Adding that the lives of the innocent penguins were being toyed with, Deshpande, in his letter on Monday, called for the birds to be sent back home. He also asked the commissioner who was responsible for this waste of taxpayer money, before signing off with a 'we-told-you-so' kicker that formed the subject of the letter.
Shiv Sena leader Uddhav Thackeray reportedly did not take particularly kindly to the letter. After issuing a clarification about the conditions surrounding Dory's death, he fired a salvo at 'those who wish to save the lives of the penguins', asking if they would be able to 'save their own party'.
So what does this leave us with?
If politicians are willing to use minority groups of human beings as pawns in their game to win elections, what makes you think they're going to spare animals or birds? Don't for a minute let yourself buy into the proposition that either the Sena or the MNS truly cares about the fate of Dory's seven companions who are still standing.

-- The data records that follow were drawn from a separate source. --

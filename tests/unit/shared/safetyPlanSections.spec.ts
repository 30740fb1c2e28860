import { describe, expect, it } from 'vitest'
import { contactLine, helpNowContacts, safetyPlanSections, telHref } from '../../../shared/content/safetyPlanSections'
import { emptySafetyPlan, safetyPlanSchema, type SafetyPlan } from '../../../shared/schemas/safetyPlan.schema'

const plan: SafetyPlan = {
  warningSigns: ['Not answering messages', '  '],
  onMyOwn: ['A long shower'],
  peopleAndPlaces: ['The library café'],
  askForHelp: [{ name: 'Noor', phone: '07700 900123', note: 'evenings' }, { name: 'Tomasz' }],
  professionals: [{ name: 'Dr Ilse Varga', phone: '020 7946 0001' }, { name: '', phone: '' }],
  saferSurroundings: ['Ask Noor to hold on to things for a while'],
  reasonToKeepGoing: 'My niece\n\nSeeing the sea again',
}

describe('safetyPlanSections', () => {
  it('lists the seven steps in the Safety Planning Intervention order (Stanley & Brown 2012)', () => {
    expect(safetyPlanSections(plan).map((s) => s.key)).toEqual([
      'warningSigns', 'onMyOwn', 'peopleAndPlaces', 'askForHelp', 'professionals', 'saferSurroundings', 'reasonToKeepGoing',
    ])
    expect(safetyPlanSections(plan).map((s) => s.title)).toEqual([
      'Signs that a hard time is starting',
      'Things I can do on my own',
      'People and places that help me feel better',
      'People I can ask for help',
      'Professionals and crisis lines',
      'Making my surroundings safer',
      'My reason to keep going',
    ])
  })

  it('renders contacts as "Name — phone (note)" and leaves out what is empty', () => {
    const sections = safetyPlanSections(plan)
    expect(sections[3]?.lines).toEqual(['Noor — 07700 900123 (evenings)', 'Tomasz'])
    // The blank contact row is not a line.
    expect(sections[4]?.lines).toEqual(['Dr Ilse Varga — 020 7946 0001'])
    expect(contactLine({ name: 'Sam', note: 'my neighbour' })).toBe('Sam (my neighbour)')
  })

  it('drops blank lines and splits the reason to keep going into its lines', () => {
    const sections = safetyPlanSections(plan)
    expect(sections[0]?.lines).toEqual(['Not answering messages'])
    expect(sections[6]?.lines).toEqual(['My niece', 'Seeing the sea again'])
  })

  it('returns every step, with no lines, for an empty plan', () => {
    const sections = safetyPlanSections(emptySafetyPlan())
    expect(sections).toHaveLength(7)
    expect(sections.every((s) => s.lines.length === 0)).toBe(true)
  })
})

describe('telHref', () => {
  it('keeps digits and a leading plus, so spaced numbers still dial', () => {
    expect(telHref('116 123')).toBe('tel:116123')
    expect(telHref('+44 (0)20 7946-0001')).toBe('tel:+4402079460001')
    expect(telHref('ask at reception')).toBeUndefined()
  })
})

describe('helpNowContacts', () => {
  it('starts with the region emergency number, then its adult crisis lines', () => {
    const uk = helpNowContacts('UK')
    expect(uk[0]).toMatchObject({ name: 'Emergency services', phone: '999' }) // REFERENCE §5: UK 999 [C]
    expect(uk.find((c) => c.name === 'Samaritans')?.phone).toBe('116 123') // REFERENCE §5: Samaritans 116 123 [C]
    expect(uk.find((c) => c.name === 'Shout')?.note).toContain('85258') // REFERENCE §5: Shout 85258 [C]
    expect(uk.some((c) => c.name === 'Childline')).toBe(false)
  })

  it('says "check locally" beside a number marked from memory', () => {
    expect(helpNowContacts('IE')[0]?.note).toContain('Check this number locally.') // REFERENCE §5: Ireland 112 [M]
  })
})

describe('safetyPlanSchema', () => {
  it('refuses a line over 500 characters with a message that says how long it may be', () => {
    const r = safetyPlanSchema.safeParse({ ...emptySafetyPlan(), onMyOwn: ['x'.repeat(501)] })
    expect(r.success).toBe(false)
    expect(r.error?.issues[0]?.path).toEqual(['onMyOwn', 0])
    expect(r.error?.issues[0]?.message).toBe('Keep each line under 500 characters.')
  })

  it('accepts a line of exactly 500 characters', () => {
    expect(safetyPlanSchema.safeParse({ ...emptySafetyPlan(), onMyOwn: ['x'.repeat(500)] }).success).toBe(true)
  })
})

Consider at this point that while the penguins are not even on display for the public yet, one of them has already died
Take a moment to let those words sink in.
So what to do?
We live in an age of wall-to-wall technology. An age in which Tupac Shakur — a couple or so decades after his untimely death — can appear as a hologram. An age in which 4D (and even more Ds; 7D and 9D attractions are de rigueur in major Indian malls) exhibits can bring time, space and textures in all combinations to one place at any given time. An age in which life-like scenarios can be recreated at home with a virtual reality headset.
What then is the need for zoos in this day and age?
Can we not create a perfectly well-rendered 3D environment filled with all sorts of flora and fauna at the right temperature to be credible? It's also far easier and cheaper to maintain.
But then again, where's the political mileage to be gained from that?